Après un léger combat
intérieur de leur part et une bienveillante
exhortation de
la
mienne, le monceau des miches était devant
moi. Pas une ne manquait.
« Alors, demandai-je, qui
est-ce qui en veut maintenant ? » Et
tous de s'annoncer. Tel un chef d'armée, je
distribuai mes ordres :
« Tout d'abord, un petit pain
à chacun ! Ensuite, vous irez me
chercher le patron boulanger. »
On dénicha ce dernier et on
l'amena tout pantois. Devant tous mes gars
réunis je lui posai cette question
décisive : « Êtes-vous
en mesure de me procurer dans l'espace d'une
demi-heure quatre cents petits pains de
plus ? » Il était en mesure.
Loué soit le vaillant homme !
Ah ! Le paisible
déjeuner ! Sur quoi nous
constatâmes avec enthousiasme qu'un jour
magnifique s'annonçait. Les oiseaux
chantaient, le soleil brillait, les fleurs
s'épanouissaient, les arbres bruissaient
doucement, le monde entier éclatait de
beauté !
Nous nous réunîmes sous un
vieux tilleul pour une brève
méditation. Sans doute n'y virent-ils, mes
rudes gaillards, qu'une lubie de leur pasteur. Mais
après tout, ce dernier, le brave homme, se
donnait tant de peine ! Pourquoi donc ne
l'écouterait-on pas ? Il n'avait rien
d'un monstre...
Les bons garçons ! Ils ne se
doutaient pas de ce qui les attendait !
Je leur parlai de cette parole de
Jésus : « Voici, toutes
choses sont devenues nouvelles. »
« Mes amis, dis-je, il est un
point sur lequel nous sommes tous d'accord :
il faut que le monde change. Oui, il le faut !
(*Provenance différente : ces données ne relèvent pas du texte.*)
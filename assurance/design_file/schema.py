"""The design file's schema: every table and key, in one place.

Each key is declared once, with its type, default, allowed values or range, the endpoint or
rule it belongs to, the scale on which it is read, and one sentence of help. From these
declarations come the reader's structural checks (all problems of a file in one pass), the
normalised record of a design (``design.toml`` in the output folder), the key reference
page ``docs/design-file.md`` and the JSON Schema for editors
(``docs/design-file.schema.json``); see :mod:`assurance.design_file.reference`.

Keys are checked strictly: numbers must be numbers (``10`` or ``10.0``, never ``"10"``),
finite, and inside their range; flags are ``true`` or ``false``; titles are one line of plain
text (no control characters, at most 200 characters); a key this schema does not declare is
an error that lists the declared keys and names one of close spelling, if there is one.
What one table alone cannot decide (a hazard ratio prior on a continuous endpoint, a relevant
effect with no prior mass beyond it, a binary effect that gives a response rate outside
[0, 1]) is checked when the design is built, in :mod:`assurance.design_file.reader`.
"""

from __future__ import annotations

from typing import Annotated, Any, Literal, Union

from pydantic import (
    AfterValidator,
    BaseModel,
    ConfigDict,
    Discriminator,
    Field,
    Tag,
    WithJsonSchema,
    create_model,
    field_validator,
    model_validator,
)

from .._validation import MAX_DRAWS, MAX_TOTAL

__all__ = [
    "DesignFileModel",
    "ENDPOINT_TABLES",
    "MODEL_TABLES",
    "PRIOR_TABLES",
    "RULE_TABLES",
    "TAGGED",
    "EFFECT_SCALES",
]

#: How ``[effect]`` values, rule thresholds and prior parameters are read, per endpoint.
EFFECT_SCALES = {
    "continuous": "difference in means (treatment minus control), in the outcome's unit; "
                  "priors on the same difference",
    "binary": "difference in response rates, risk ratio or odds ratio (the endpoint's "
              "'scale'); priors on the difference or on the log of the ratio",
    "time_to_event": "hazard ratio (treatment over control); priors on the log hazard ratio "
                     "(or 'log_normal' with a median ratio)",
    "counts": "rate ratio (treatment over control); priors on the log rate ratio (or "
              "'log_normal' with a median ratio)",
}

#: the two scales of the reference page's "Scales" section
_EFFECT_SCALE_TEXT = "natural effect scale"
_PRIOR_SCALE_TEXT = "prior scale"


class Table(BaseModel):
    """A table of a design file: known keys only, strict types, finite numbers."""

    model_config = ConfigDict(extra="forbid", strict=True, allow_inf_nan=False,
                              populate_by_name=True, frozen=True, defer_build=True)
Or, depuis une demi-année j'entends à
nos discussions hebdomadaires chacun de vous
prôner une recette politique et
économique qu'il tient toute prête
dans sa poche et dont l'application apporterait au
monde sa délivrance infaillible. C'est
souvent avec un grand étonnement que je vous
ai écoutés formuler ces grandes
idées. Mais voilà... maintenant je
dois vous avouer que je suis déçu.
Vous qui croyez pouvoir affranchir le monde par vos
idéologies, vous n'êtes même pas
capables de vous partager en paix deux cents petits
pains ! Que faut-il que j'en pense ? Il
en était ce matin parmi nous comme il en est
en grand dans le monde: il y avait des biens en
suffisance. Chacun pouvait trouver de quoi se
rassasier. Et au lieu de cela ? La guerre, les
vociférations ! Ne le prenez pas en
mauvaise part, si j'ai cessé de croire
à toutes vos doctrines. Quel remède
apporterez-vous, vous qui échouez si
lamentablement dans de petites
choses ?... »
Le silence planait sur mon jeune
auditoire. En vérité, ils
étaient penauds. Aucun ne se risquait
à parler et je poursuivis :
« Mais pourquoi en est-il
allé ainsi ? Parce que chacun de vous
ne pensait qu'à soi-même. Votre coeur
mauvais et égoïste vous a joué
un tour. C'est lui qui a tout
gâté... »
Je voyais à leurs figures qu'ils
me donnaient raison. Mais ils continuaient de se
taire.
« Vous avez toujours fait
comme si la Bible n'était qu'un livre
dépourvu de sens et totalement
dépassé. Or, je vous le dis à
présent : c'est la Bible qui a raison.
Car ne dit-elle pas qu'il n'y aura rien de
changé tant que vos coeurs, eux, n'auront
pas changé, que vous et moi ne serons pas
devenus nouveaux, que nous n'aurons pas
été délivrés de notre
terrible égoïsme. »
Ce culte fut magnifique. Le vent
d'été bruissait dans le tilleul et le
chant des oiseaux accompagnait nos paroles,
soulignant à peine le silence qui nous
environnait. Mais le plus beau de tout,
c'était cette assemblée
elle-même, cette réunion de jeunes
hommes dans l'esprit desquels pointait le
soupçon de la caducité des
idéologies qui leur étaient apparues
jusque-là comme des solutions de toutes les
énigmes du monde.
« Mes amis, m'écriai-je
gagné par l'émotion, vous êtes
dans l'erreur lorsque vous prenez la Bible pour un
livre dépassé. Car c'est dans ses
pages qu'il nous est montré comment les
coeurs peuvent devenir nouveaux. C'est dans ce
livre, en effet, que nous découvrons l'homme,
envoyé par Dieu, qui nous transforme
complètement par son sang et qui nous
renouvelle entièrement par son esprit...
Jésus-Christ ! »
L'éclat du soleil illuminait
toute la nature. Tout rayonnait de sa splendeur.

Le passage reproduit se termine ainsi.